== Prompt ==
Copy out every line of the data that has the word "Feedback" somewhere in it.

== Records excerpted from a collection ==
======
"""Candidate designs and rigs: the model (:mod:`.model`), its schema (:mod:`.schema`) and its loading (:mod:`.loading`)."""

from .loading import apply_rig, load_design, load_designs, load_rig, parse_design, parse_rig, read_winding
from .model import DEFAULT_HARMONICS, Coil, Design, Feedback, Hum, InputNet, Output, Rig, RigFile, Supply, Winding, design_to_dict
from .provenance import design_provenance
from .schema import DESIGN_TABLES, REQUIRED_TABLES

__all__ = [
    "DEFAULT_HARMONICS",
    "DESIGN_TABLES",
    "REQUIRED_TABLES",
    "Coil",
    "Design",
    "Feedback",
    "Hum",
    "InputNet",
    "Output",
    "Rig",
    "RigFile",
    "Supply",
    "Winding",
    "apply_rig",
    "design_provenance",
    "design_to_dict",
    "load_design",
    "load_designs",
    "load_rig",
    "parse_design",
    "parse_rig",
    "read_winding",
]
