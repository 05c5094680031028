"""Coil-field benchmarks: run by hand, prints figures against targets.

    python tests/bench/bench_magnetics.py
    python tests/bench/bench_magnetics.py --trials 50000 --repeats 5

1. A coil's flux linkage from dipoles (B₁ at the dipole, 4 × 4 filaments):
   dipole places per second, one coil.
2. The rejection map (8 distances × 13 bearings, both planes) of the
   reference design with the demo bobbin: milliseconds per map.
3. The position Monte Carlo (default 20,000 trials): trials per second.
   Target for 2 and 3: thousands of positions per second.
4. The joint Monte Carlo (positions and part tolerances, 2,000 trials):
   trials per second, the engine included.

Not collected by pytest (the name does not start with ``test_``).
"""

from __future__ import annotations

import argparse
import statistics
import sys
import time
from pathlib import Path

ROOT = Path(__file__).resolve().parents[2]
sys.path.insert(0, str(ROOT))

import numpy as np  # noqa: E402

from render.analysis.hum import field_derivative  # noqa: E402
from render.design import load_design  # noqa: E402
from render.magnetics.coil import CoilGeometry, coil_pair  # noqa: E402
from render.magnetics.rejection import engine_gains, joint_monte_carlo, position_monte_carlo, rejection_map  # noqa: E402

# invented demo bobbin (as in tests/magnetics)
DEMO = CoilGeometry(turns=1200, length=0.068, width=0.013, window_length=0.058, window_width=0.003, height=0.009)


def best(fn, repeats):
    times = []
    for _ in range(repeats):
        t = time.perf_counter()
        fn()
        times.append(time.perf_counter() - t)
    return min(times), statistics.median(times)


def main():
    ap = argparse.ArgumentParser()
    ap.add_argument("--trials", type=int, default=20000)
    ap.add_argument("--repeats", type=int, default=3)
    args = ap.parse_args()
    d = load_design(ROOT / "models" / "studio-reference.toml")
    coils = coil_pair(DEMO, DEMO, position_a=d.coil_a.position, position_b=d.coil_b.position)
    f, _ = field_derivative(d.hum)
    fa, fb = engine_gains(d, f)
    rng = np.random.default_rng(0)
    p = rng.standard_normal((args.trials, 3))
    a = rng.standard_normal((args.trials, 3))
    lo, med = best(lambda: coils[0].dipole_linkage(p, a), args.repeats)
    print(f"flux linkage, one coil: {args.trials / lo:,.0f} places/s (best), {args.trials / med:,.0f} (median)")
    for plane in ("xy", "xz"):
        lo, med = best(lambda: rejection_map(coils, from_a=fa, from_b=fb, frequency_hz=f, plane=plane), args.repeats)
        print(f"rejection map {plane} (8 × 13 places): {lo * 1e3:.1f} ms (best), {med * 1e3:.1f} ms (median)")
    lo, med = best(lambda: position_monte_carlo(coils, from_a=fa, from_b=fb, frequency_hz=f, trials=args.trials), args.repeats)
    print(f"position Monte Carlo: {args.trials / lo:,.0f} trials/s (best), {args.trials / med:,.0f} (median); target: thousands per second")
    lo, med = best(lambda: joint_monte_carlo(d, coils, frequency_hz=f, trials=2000), args.repeats)
    print(f"joint Monte Carlo (engine included): {2000 / lo:,.0f} trials/s (best), {2000 / med:,.0f} (median)")


if __name__ == "__main__":
    main()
======
== Solution below ==
from .model import DEFAULT_HARMONICS, Coil, Design, Feedback, Hum, InputNet, Output, Rig, RigFile, Supply, Winding, design_to_dict
    "Feedback",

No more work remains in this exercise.